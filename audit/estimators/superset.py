"""Superset importance of every pair among K inputs, and the spread of the dimension distribution.

For inputs j != k the superset importance of the pair is

    Upsilon^2_{jk} = sum_{u ⊇ {j, k}} sigma^2_u
                   = E[(f(x) - f(x with z_j) - f(x with z_k) + f(x with z_j, z_k))^2] / 4,

for independent x, z (the square of a second-order difference). Per design
point the rows are, with x = A and z = B,

    f(x),   f(x with z_j) for each of the K inputs,   f(x with z_j, z_k) for each of the K(K-1)/2 pairs,

so f(x) and the single swaps are shared by every pair: 1 + K + K(K - 1)/2
rows per point. The single swaps also give the total indices
``tau_j = E[(f(x) - f(x with z_j))^2] / 2`` of the K inputs, and with them

* ``sum_{j in K} tau_j = sum_u |u ∩ K| sigma^2_u`` (``nu sigma^2`` when K holds every input);
* ``M2 = sum_{j in K} tau_j + 2 sum_{j < k} Upsilon^2_{jk} = sum_u |u ∩ K|^2 sigma^2_u``
  (``E|u|^2 sigma^2`` when K holds every input), so that the dimension
  distribution (|u| drawn with probability sigma^2_u / sigma^2) has second moment
  ``M2 / sigma^2`` and variance ``M2 / sigma^2 - nu^2``.

The variance pools every row (each distributed as f(x)). Ratios are formed per
randomization and their intervals come from independent randomizations
(:func:`dimension_moments`).

For many inputs, ``sample`` pairs drawn at random (without replacement, anew
in each randomization, from a stream of its seed) stand for all P pairs: their
sum, times P / sample, estimates the sum over all pairs without bias, and the
interval over randomizations includes the draw of the pairs. Cost
N (1 + K + sample); the pairs' own estimates are then not reported.

References
----------
.. [1] "Estimating mean dimensionality of analysis of variance
   decompositions", J. Amer. Statist. Assoc., 2006 (superset importance of a
   pair by the squared second-order difference, and the second moment of the
   dimension distribution from total indices and pairs).
"""

from __future__ import annotations

from collections.abc import Sequence
from dataclasses import dataclass
from itertools import combinations
from typing import Any

import numpy as np

from .base import RepEstimates
from .intervals import LEVEL, Interval, t_interval
from .totals import TotalSums

__all__ = ["Superset", "SupersetRep", "SupersetSums", "dimension_moments"]

#: Spawn key of the stream that draws a randomization's sampled pairs (apart from its points' stream).
_PAIR_STREAM = 0x7061


@dataclass
class SupersetRep(RepEstimates):
    """One randomization: :class:`~audit.estimators.base.RepEstimates` of the K inputs, and the pairs.

    ``pairs`` has shape (P, k) (``None`` without detail), ``pair_index`` (P, 2)
    the inputs of each pair; ``second_moment`` is ``M2`` of shape (k,), un-normalised.
    """

    pairs: np.ndarray | None
    pair_index: np.ndarray
    second_moment: np.ndarray


class SupersetSums(TotalSums):
    """Sums of the single swaps (as :class:`~audit.estimators.totals.TotalSums`) and of the pairs' differences.

    Parameters
    ----------
    k, g : int
        Units, and the K inputs.
    detail : bool
        Keep a sum per input and per pair; otherwise one sum per unit for each.
    weights : None
        Unused (the single swaps give one pair per input and design point).
    pair_index : ndarray of int, shape (P, 2), optional
        The measured pairs (positions among the K inputs); default all pairs.
    scale : float
        Factor from the measured pairs' sum to the sum over all pairs (1 without sampling).
    """

    def __init__(
        self,
        k: int,
        g: int,
        detail: bool = True,
        weights: np.ndarray | None = None,
        pair_index: np.ndarray | None = None,
        scale: float = 1.0,
    ) -> None:
        super().__init__(k, g, detail, weights)
        if pair_index is None:
            pair_index = np.array(list(combinations(range(self.g), 2)), dtype=np.intp).reshape(-1, 2)
        self.pair_index = np.asarray(pair_index, dtype=np.intp).reshape(-1, 2)
        self.p, self.scale = len(self.pair_index), float(scale)
        if detail:
            self.pair = np.zeros((self.p, self.k))
        else:
            self.pair_sum = np.zeros(self.k)

    def add(self, y: np.ndarray, context: Any = None) -> None:
        """Add the outputs ``y`` (n (1 + K + P), k) of a block's rows, laid out as :meth:`Superset.layout`."""
        n = y.shape[0] // (1 + self.g + self.p)
        Y = y.reshape(1 + self.g + self.p, n, -1)
        y0, ys, yp = Y[0], Y[1 : 1 + self.g], Y[1 + self.g :]
        single = ys - y0[None]
        self.add_parts(y, single * single)
        j, k = self.pair_index[:, 0], self.pair_index[:, 1]
        second = yp - single[j] - single[k] - y0[None]
        if self.detail:
            self.pair += np.einsum("pnk,pnk->pk", second, second)
        else:
            self.pair_sum += np.einsum("pnk,pnk->k", second, second)

    def merge(self, other: SupersetSums) -> None:
        if not np.array_equal(other.pair_index, self.pair_index) or other.scale != self.scale:
            raise ValueError("cannot merge sums of different pairs.")
        super().merge(other)
        if self.detail:
            self.pair += other.pair
        else:
            self.pair_sum += other.pair_sum

    def state(self) -> dict[str, np.ndarray]:
        s = super().state()
        s.update(pair_index=self.pair_index, scale=np.array([self.scale]))
        if self.detail:
            s["pair"] = self.pair
        else:
            s["pair_sum"] = self.pair_sum
        return s

    @classmethod
    def from_state(cls, s: dict[str, np.ndarray]) -> SupersetSums:
        out = super().from_state(s)
        out.pair_index, out.scale = np.array(s["pair_index"]).reshape(-1, 2), float(s["scale"][0])
        out.p = len(out.pair_index)
        for name in ("pair", "pair_sum"):
            if name in s:
                setattr(out, name, np.array(s[name]))
        return out  # type: ignore[return-value]

    def finish(self, ddof: int) -> SupersetRep:
        """Per-unit estimates of this randomization (un-normalised)."""
        r = super().finish(ddof)
        if self.detail:
            pairs = self.pair / (4 * self.rows)
            pair_sum = pairs.sum(axis=0)
        else:
            pairs, pair_sum = None, self.pair_sum / (4 * self.rows)
        m2 = r.total_sum + 2 * self.scale * pair_sum
        return SupersetRep(r.mean, r.variance, r.total, None, r.total_sum, pairs, self.pair_index.copy(), m2)


def dimension_moments(reps: Sequence[SupersetRep], level: float = LEVEL) -> dict[str, Interval]:
    """Intervals over independent randomizations of the dimension distribution's moments, per unit.

    Parameters
    ----------
    reps : sequence of SupersetRep
        One per randomization (``finish`` of each randomization's sums).
    level : float
        Two-sided level.

    Returns
    -------
    dict of str to Interval
        ``"nu"`` (``sum tau_j / sigma^2``), ``"second_moment"`` (``M2 / sigma^2``),
        ``"spread"`` (``M2 / sigma^2 - nu^2``, the variance of |u|) and, with detail and
        the same pairs in every randomization, ``"pairs"`` (``Upsilon^2_{jk} / sigma^2``,
        shape (P, k)); each formed per
        randomization, then a Student-t interval (:func:`~audit.estimators.intervals.t_interval`).
    """
    var = np.array([r.variance for r in reps])
    nu = np.array([r.total_sum for r in reps]) / var
    m2 = np.array([r.second_moment for r in reps]) / var
    out = {
        "nu": t_interval(nu, level),
        "second_moment": t_interval(m2, level),
        "spread": t_interval(m2 - nu**2, level),
    }
    same = all(np.array_equal(r.pair_index, reps[0].pair_index) for r in reps)
    if reps[0].pairs is not None and same:
        out["pairs"] = t_interval(np.array([r.pairs for r in reps]) / var[:, None, :], level)
    return out


class Superset:
    """Superset importance of every pair among K inputs, their total indices, and E|u|^2.

    Parameters
    ----------
    d : int
        Number of inputs.
    inputs : sequence of int, optional
        The K inputs (default all d); every pair among them is measured.
    sample : int, optional
        Measure this many pairs, drawn anew in each randomization, instead of all
        (see the module docstring).

    Notes
    -----
    Through :func:`~audit.estimators.make_estimator` the K inputs are the
    ``groups``, each a single input. Cost: N (1 + K + K(K - 1)/2) evaluations per
    randomization.

    Examples
    --------
    >>> import numpy as np
    >>> from audit.design import Design
    >>> from audit.estimators import make_estimator
    >>> from audit.inputs import Law
    >>> est = make_estimator("superset", d=3)
    >>> est.rows_per_point()                              # 1 + 3 + 3
    7
    >>> block = Design([Law("normal")] * 3, 256, 1, seed=3).block(0, 0, 256)
    >>> rows, context = est.layout(block, np.float64)
    >>> sums = est.sums(1, True, block)
    >>> sums.add((rows[:, 0] * rows[:, 1] + rows[:, 2])[:, None], context)
    >>> r = sums.finish(ddof=0)
    >>> [round(float(v), 1) for v in r.pairs[:, 0] / r.variance[0]]    # x0x1 is a pure pair of variance 1
    [0.5, 0.0, 0.0]
    """

    name = "superset"
    label = "superset importance of pairs (total indices of K inputs, E|u|^2)"
    help = (
        "superset importance of every pair among K inputs, their total indices and the spread of the dimension "
        "distribution, N(1 + K + K(K-1)/2) evaluations per randomization"
    )
    copies = 2
    first_order = False
    replicates = 8

    @classmethod
    def build(cls, d: int, points: int, groups: Sequence[Sequence[int]] | None = None) -> Superset:
        """The registry's constructor: ``groups`` are the K inputs, one input each."""
        if groups is None:
            return cls(d)
        inputs = []
        for g in groups:
            g = list(np.atleast_1d(np.asarray(g, dtype=np.intp)))
            if len(g) != 1:
                raise ValueError("the superset estimator measures pairs of single inputs; give one input per group.")
            inputs.append(int(g[0]))
        return cls(d, inputs)

    def __init__(self, d: int, inputs: Sequence[int] | None = None, sample: int | None = None) -> None:
        self.d = int(d)
        self.inputs = np.arange(self.d) if inputs is None else np.asarray(list(inputs), dtype=np.intp)
        if len(np.unique(self.inputs)) != len(self.inputs) or len(self.inputs) < 1:
            raise ValueError("the superset estimator needs distinct inputs.")
        if self.inputs.min() < 0 or self.inputs.max() >= self.d:
            raise ValueError(f"inputs must lie in 0..{self.d - 1}.")
        self.g = len(self.inputs)
        self.pair_index = np.array(list(combinations(range(self.g), 2)), dtype=np.intp).reshape(-1, 2)
        total = len(self.pair_index)
        if sample is not None and not 1 <= int(sample) <= total:
            raise ValueError(f"sample must be between 1 and the {total} pairs of {self.g} inputs, got {sample}.")
        self.sample = None if sample is None or int(sample) == total else int(sample)

    @property
    def pairs(self) -> list[tuple[int, int]]:
        """All pairs among the K inputs, as input indices, in the order of the estimates."""
        return [(int(self.inputs[a]), int(self.inputs[b])) for a, b in self.pair_index]

    def measured(self, rep_seed: Any) -> np.ndarray:
        """Positions (P, 2) among the K inputs of the pairs measured in the randomization of ``rep_seed``."""
        if self.sample is None:
            return self.pair_index
        if isinstance(rep_seed, np.random.SeedSequence):
            seq = np.random.SeedSequence(rep_seed.entropy, spawn_key=(*rep_seed.spawn_key, _PAIR_STREAM))
        else:
            seq = np.random.SeedSequence(int(rep_seed), spawn_key=(_PAIR_STREAM,))
        chosen = np.sort(np.random.default_rng(seq).choice(len(self.pair_index), self.sample, replace=False))
        return self.pair_index[chosen]

    def rows_per_point(self) -> int:
        return 1 + self.g + (len(self.pair_index) if self.sample is None else self.sample)

    def check(self, points: int) -> None:
        return None

    def layout(self, block: Any, dtype: Any) -> tuple[np.ndarray, None]:
        """Rows x, x with z_j for each input j, x with z_j and z_k for each pair, as one array."""
        A, B = block.A.astype(dtype, copy=False), block.B.astype(dtype, copy=False)
        n, d = A.shape
        m = self.rows_per_point()
        mask = np.zeros((m, d), dtype=bool)
        mask[1 + np.arange(self.g), self.inputs] = True
        pairs = self.measured(block.rep_seed)
        rows = 1 + self.g + np.arange(len(pairs))
        mask[rows, self.inputs[pairs[:, 0]]] = True
        mask[rows, self.inputs[pairs[:, 1]]] = True
        X = np.where(mask[:, None, :], B[None], A[None])
        return X.reshape(m * n, d), None

    def sums(self, units: int, detail: bool, block: Any = None) -> SupersetSums:
        if self.sample is None:
            return SupersetSums(units, self.g, detail)
        scale = len(self.pair_index) / self.sample
        return SupersetSums(units, self.g, detail, pair_index=self.measured(block.rep_seed), scale=scale)

    def restore(self, state: dict[str, np.ndarray]) -> SupersetSums:
        return SupersetSums.from_state(state)

    def state_size(self, units: int, detail: bool) -> int:
        p = self.rows_per_point() - 1 - self.g
        return units * ((self.g + p if detail else 2) + 2) + self.g + 2 * p + 1
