"""The Jansen estimator: every total and first-order index from N(G + 2) evaluations.

Per design point the rows are f(A), f(B) and f(A_B^{(g)}) for each of G inputs
(or groups of inputs, swapped as a whole). With ``y_A``, ``y_B``, ``y_g`` their
values:

* total index (Jansen): ``tau_g = E[(y_A - y_g)^2] / 2``;
* first-order index (the 2010 form, centred by the pooled mean):
  ``t_g = E[(y_B - mu) (y_g - y_A)]``, kept streaming as
  ``sum (y_B - c)(y_g - y_A)`` and ``sum (y_g - y_A)`` for a shift ``c`` fixed by
  the first block, re-centred on the pooled mean at the end (exact under merging);
* variance from the 2N values y_A and y_B (Chan's merge).

The mean dimension (superposition sense) is ``nu = sum_g tau_g / sigma^2``.

References
----------
.. [1] "Variance based sensitivity analysis of model output. Design and
   estimator for the total sensitivity index", Computer Physics
   Communications, 2010 (Jansen total index; the first-order form).
.. [2] "Estimating mean dimensionality of analysis of variance
   decompositions", J. Amer. Statist. Assoc., 2006 (nu = sum of total indices).
"""

from __future__ import annotations

from collections.abc import Sequence
from typing import Any

import numpy as np

from ..buffers import take
from .base import Moments, RepEstimates
from .kernels import squared_differences

__all__ = ["DIFF_BUFFER", "F32_ROWS", "Jansen", "JansenSums"]

#: Rows of one float32 partial sum of squared differences (sums without per-input detail).
F32_ROWS = 256
#: Bytes of the reused buffer of differences (float32 or float64): one core's L2 cache on the machines measured.
DIFF_BUFFER = 1 << 20


def _squares_f32(yA: np.ndarray, yAB: np.ndarray) -> np.ndarray:
    """Per unit, sum over inputs and rows of (yAB[j] - yA)^2 for float32 rows.

    Differences and squares are formed in float32 (a difference of two float32 values is
    exact when they lie within a factor of two of each other, else rounded once), summed in
    float32 over at most :data:`F32_ROWS` rows, and those partial sums added in float64: a
    relative error of about 1e-6 at most (measured 1e-6 on a 1034-unit MLP), far below any
    interval's width, at about half the time of float64 differences. The differences go
    through a buffer of at most :data:`DIFF_BUFFER` bytes, several inputs at once when a
    block has few rows, so that the number of numpy calls does not grow as blocks shrink.
    Float64 throughout if a partial sum overflows float32.
    """
    g, n, k = yAB.shape
    rows = max(1, min(F32_ROWS, DIFF_BUFFER // (4 * max(k, 1))))
    out = np.zeros(k)
    if rows >= n:  # q inputs' differences at once
        q = min(g, rows // n)
        buf = np.empty((q, n, k), dtype=np.float32)
        for j in range(0, g, q):
            b = buf[: min(q, g - j)]
            np.subtract(yAB[j : j + q], yA[None], out=b)
            flat = b.reshape(-1, k)
            out += np.einsum("nk,nk->k", flat, flat)
    else:
        buf = np.empty((rows, k), dtype=np.float32)
        for s in range(0, n, rows):
            a = yA[s : s + rows]
            b = buf[: len(a)]
            for j in range(g):
                np.subtract(yAB[j, s : s + rows], a, out=b)
                out += np.einsum("nk,nk->k", b, b)
    if np.isfinite(out).all() or not (np.isfinite(yA).all() and np.isfinite(yAB).all()):
        return out
    d = yAB.astype(np.float64) - yA.astype(np.float64)
    return np.einsum("gnk,gnk->k", d, d)


def _inputs_per_pass(n: int, k: int) -> int:
    """Inputs whose float64 differences fit one :data:`DIFF_BUFFER`-sized buffer (at least one)."""
    return max(1, DIFF_BUFFER // (8 * max(n * k, 1)))


class JansenSums:
    """Sums of the Jansen estimator for ``k`` units and ``g`` inputs (or groups).

    Parameters
    ----------
    k : int
        Units (scalars) in the group.
    g : int
        Inputs or groups of inputs.
    detail : bool
        Keep per-input sums (total and first-order indices of every input);
        without detail the state is O(1) per unit: variance and mean dimension.
    """

    def __init__(self, k: int, g: int, detail: bool = True) -> None:
        self.k, self.g, self.detail = int(k), int(g), bool(detail)
        self.rows = 0
        self.moments = Moments(k)
        if detail:
            self.tot = np.zeros((g, k))
            self.fo = np.zeros((g, k))
            self.dif = np.zeros((g, k))
            self.shift: np.ndarray | None = None
        else:
            self.tot_sum = np.zeros(k)
            self._kept: np.ndarray | None = None

    def add(self, y: np.ndarray, context: Any = None) -> None:
        """Add the outputs ``y`` of a block's rows: (n (g + 2), k), laid out as :meth:`Jansen.layout`."""
        n = y.shape[0] // (self.g + 2)
        self.add_parts(y[:n], y[n : 2 * n], y[2 * n :].reshape(self.g, n, -1))

    def add_parts(self, yA: np.ndarray, yB: np.ndarray, yAB: np.ndarray) -> None:
        """Add rows: ``yA``, ``yB`` of shape (n, k); ``yAB`` of shape (g, n, k).

        Any float dtype: with per-input detail (the outputs) every difference and sum is
        formed in float64, a few inputs at a time in a reused buffer, so a float32
        network's rows are never copied whole (the numbers equal those of a float64 copy bit
        for bit). Without detail (hidden layers: hundreds to thousands of units) float32 rows'
        squared differences are summed in float64 by one compiled pass
        (:func:`.kernels.squared_differences`), or, where that loop was not built, as
        :func:`_squares_f32` says.
        """
        n = yA.shape[0]
        self.rows += n
        self.moments.add_pair(yA, yB)
        if not self.detail:
            self._add_squares(yA, yAB)
            return
        yA = np.asarray(yA, dtype=np.float64)
        yB = np.asarray(yB, dtype=np.float64)
        q = _inputs_per_pass(n, yA.shape[1])
        buf = np.empty((q, *yA.shape))
        if self.shift is None:
            self.shift = yB.mean(axis=0)
        centred = yB - self.shift
        for j in range(0, self.g, q):
            b = buf[: min(q, self.g - j)]
            np.subtract(yAB[j : j + q], yA[None], out=b)
            self.tot[j : j + q] += np.einsum("gnk,gnk->gk", b, b)
            self.fo[j : j + q] += np.einsum("nk,gnk->gk", centred, b)
            self.dif[j : j + q] += np.einsum("gnk->gk", b)

    def _add_squares(self, yA: np.ndarray, yAB: np.ndarray) -> None:
        """Without detail: add ``sum_j sum_i (yAB[j, i] - yA[i])^2`` per unit, in float64."""
        if yA.dtype == np.float32 and yAB.dtype == np.float32:
            squares = squared_differences(yA, yAB)
            self.tot_sum += _squares_f32(yA, yAB) if squares is None else squares
            return
        yA = np.asarray(yA, dtype=np.float64)
        q = _inputs_per_pass(yA.shape[0], yA.shape[1])
        buf = np.empty((q, *yA.shape))
        for j in range(0, yAB.shape[0], q):
            b = buf[: min(q, yAB.shape[0] - j)]
            np.subtract(yAB[j : j + q], yA[None], out=b)
            self.tot_sum += np.einsum("gnk,gnk->k", b, b)

    @property
    def streams(self) -> bool:
        """Whether :meth:`add_rows` takes a block in parts (without per-input detail)."""
        return not self.detail

    def add_rows(self, y: np.ndarray, start: int, points: int) -> None:
        """Add rows ``[start, start + len(y))`` of a block of ``points`` points laid out as
        :meth:`Jansen.layout`, the block's parts handed over in order.

        A model called on a thousand rows at a time has each call's values summed while
        they are still in the cache, and no array of the whole block is made. Only without
        per-input detail (:attr:`streams`). Rows A and B are kept until the block's last
        row; the sums are those of :meth:`add` on the whole block up to the order of the
        float64 additions.
        """
        if self.detail:
            raise ValueError("a block in parts is summed only without per-input detail.")
        n, stop = int(points), start + len(y)
        if start == 0:
            self._kept = take((2 * n, *y.shape[1:]), y.dtype)  # lent by the engine between tasks
        kept = self._kept
        if kept is None or stop > n * (self.g + 2):
            raise ValueError("rows must be handed over in order, from row 0 to the block's last.")
        if start < 2 * n:  # rows A, then B: kept; their moments once both are complete
            m = min(stop, 2 * n) - start
            kept[start : start + m] = y[:m]
            y, start = y[m:], start + m
            if start == 2 * n:
                self.rows += n
                self.moments.add_pair(kept[:n], kept[n:])
        while len(y):  # rows A_B^{(j)}, a part of one input's rows at a time
            i = (start - 2 * n) % n
            m = min(len(y), n - i)
            self._add_squares(kept[i : i + m], y[:m].reshape(1, m, -1))
            y, start = y[m:], start + m
        if stop == n * (self.g + 2):
            self._kept = None

    def magnitude_bound(self) -> float:
        """An upper bound of every value added: ``|mean| + sqrt(m2)`` bounds y_A and y_B, and the
        largest sum of squared differences bounds how far each y_A_B lies from its y_A (NaN or
        infinite when such values were added)."""
        m = self.moments
        squares = self.tot if self.detail else self.tot_sum
        return float(np.max(np.abs(m.mean) + np.sqrt(m.m2), initial=0.0) + np.sqrt(np.max(squares, initial=0.0)))

    def merge(self, other: JansenSums) -> None:
        """Add the sums of ``other`` (disjoint rows of the same randomization)."""
        if (other.k, other.g, other.detail) != (self.k, self.g, self.detail):
            raise ValueError("cannot merge sums of different shapes.")
        self.rows += other.rows
        self.moments.merge(other.moments)
        if not self.detail:
            self.tot_sum += other.tot_sum
            return
        if other.shift is not None:
            if self.shift is None:
                self.shift = other.shift.copy()
                self.fo += other.fo
            else:
                self.fo += other.fo + (other.shift - self.shift)[None] * other.dif
        self.tot += other.tot
        self.dif += other.dif

    def state(self) -> dict[str, np.ndarray]:
        s = {
            "meta": np.array([self.k, self.g, self.detail, self.rows, self.moments.count]),
            "mean": self.moments.mean,
            "m2": self.moments.m2,
        }
        if self.detail:
            s.update(tot=self.tot, fo=self.fo, dif=self.dif)
            if self.shift is not None:
                s["shift"] = self.shift
        else:
            s["tot_sum"] = self.tot_sum
        return s

    @classmethod
    def from_state(cls, s: dict[str, np.ndarray]) -> JansenSums:
        k, g, detail, rows, count = (int(v) for v in s["meta"])
        out = cls(k, g, bool(detail))
        out.rows, out.moments.count = rows, count
        out.moments.mean, out.moments.m2 = np.array(s["mean"]), np.array(s["m2"])
        for name in ("tot", "fo", "dif", "shift", "tot_sum"):
            if name in s:
                setattr(out, name, np.array(s[name]))
        return out

    def finish(self, ddof: int) -> RepEstimates:
        """Per-unit estimates of this randomization (un-normalised); ``ddof`` as in :meth:`Moments.variance`."""
        if self.rows == 0:
            raise ValueError("no rows have been added.")
        m = self.moments
        var = m.variance(ddof)
        if not self.detail:
            return RepEstimates(m.mean.copy(), var, None, None, self.tot_sum / (2 * self.rows))
        tot = self.tot / (2 * self.rows)
        shift = self.shift if self.shift is not None else np.zeros(self.k)
        fo = (self.fo + (shift - m.mean)[None] * self.dif) / self.rows
        return RepEstimates(m.mean.copy(), var, tot, fo, tot.sum(axis=0))


class Jansen:
    """Total indices (Jansen) and first-order indices of every input, N(G + 2) evaluations.

    Parameters
    ----------
    d : int
        Number of inputs.
    groups : sequence of sequence of int, optional
        Inputs swapped together (one index per group); default one group per input.

    Examples
    --------
    >>> import numpy as np
    >>> from audit.design import Design
    >>> from audit.estimators import make_estimator
    >>> from audit.inputs import Law
    >>> est = make_estimator("jansen", d=2)
    >>> block = Design([Law("uniform")] * 2, 64, 1, seed=3).block(0, 0, 64)
    >>> rows, context = est.layout(block, np.float64)
    >>> sums = est.sums(1, True, block)
    >>> sums.add((rows[:, 0] + rows[:, 1])[:, None], context)
    >>> r = sums.finish(ddof=0)
    >>> bool(abs(r.total_sum[0] / r.variance[0] - 1) < 0.05)      # additive: nu = 1
    True
    """

    name = "jansen"
    label = "Jansen estimator (total and first-order indices)"
    help = "every total and first-order index, N(d+2) evaluations per randomization"
    copies = 2
    first_order = True
    replicates = 8
    #: Its sums take the model's float rows as they are (no float64 copy of the block).
    native_outputs = True

    @classmethod
    def build(cls, d: int, points: int, groups: Sequence[Sequence[int]] | None = None) -> Jansen:
        """The registry's constructor (:func:`audit.estimators.make_estimator`)."""
        return cls(d, groups)

    def __init__(self, d: int, groups: Sequence[Sequence[int]] | None = None) -> None:
        self.d = int(d)
        self.groups = None if groups is None else [np.asarray(g, dtype=np.intp) for g in groups]
        self.g = self.d if self.groups is None else len(self.groups)

    def settings(self) -> dict[str, Any]:
        """What, besides the design, this estimator's numbers depend on (for checkpoints)."""
        return {"groups": None if self.groups is None else [g.tolist() for g in self.groups]}

    def rows_per_point(self) -> int:
        return self.g + 2

    def check(self, points: int) -> None:
        return None

    def layout(self, block: Any, dtype: Any) -> tuple[np.ndarray, None]:
        """Rows A, B, then A_B^{(g)} for every group g, as one (n (G + 2), d) array."""
        A, B = block.A.astype(dtype, copy=False), block.B.astype(dtype, copy=False)
        n, d = A.shape
        X = np.empty((self.g + 2, n, d), dtype=A.dtype)
        X[0], X[1] = A, B
        X[2:] = A
        if self.groups is None:
            j = np.arange(d)
            X[2 + j, :, j] = B.T
        else:
            for g, cols in enumerate(self.groups):
                X[2 + g][:, cols] = B[:, cols]
        return X.reshape((self.g + 2) * n, d), None

    def sums(self, units: int, detail: bool, block: Any = None) -> JansenSums:
        return JansenSums(units, self.g, detail)

    def restore(self, state: dict[str, np.ndarray]) -> JansenSums:
        return JansenSums.from_state(state)

    def state_size(self, units: int, detail: bool) -> int:
        return units * ((3 * self.g if detail else 1) + 2)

## [Exercise details]
Each line from the start of the listing above through the line containing "rows per point." must be reproduced exactly. Leave out the rest.

## [Expected answer]
filename audit/estimators/superset.py
"""Superset importance of every pair among K inputs, and the spread of the dimension distribution.

For inputs j != k the superset importance of the pair is

    Upsilon^2_{jk} = sum_{u ⊇ {j, k}} sigma^2_u
                   = E[(f(x) - f(x with z_j) - f(x with z_k) + f(x with z_j, z_k))^2] / 4,

for independent x, z (the square of a second-order difference). Per design
point the rows are, with x = A and z = B,

    f(x),   f(x with z_j) for each of the K inputs,   f(x with z_j, z_k) for each of the K(K-1)/2 pairs,

so f(x) and the single swaps are shared by every pair: 1 + K + K(K - 1)/2
rows per point. The single swaps also give the total indices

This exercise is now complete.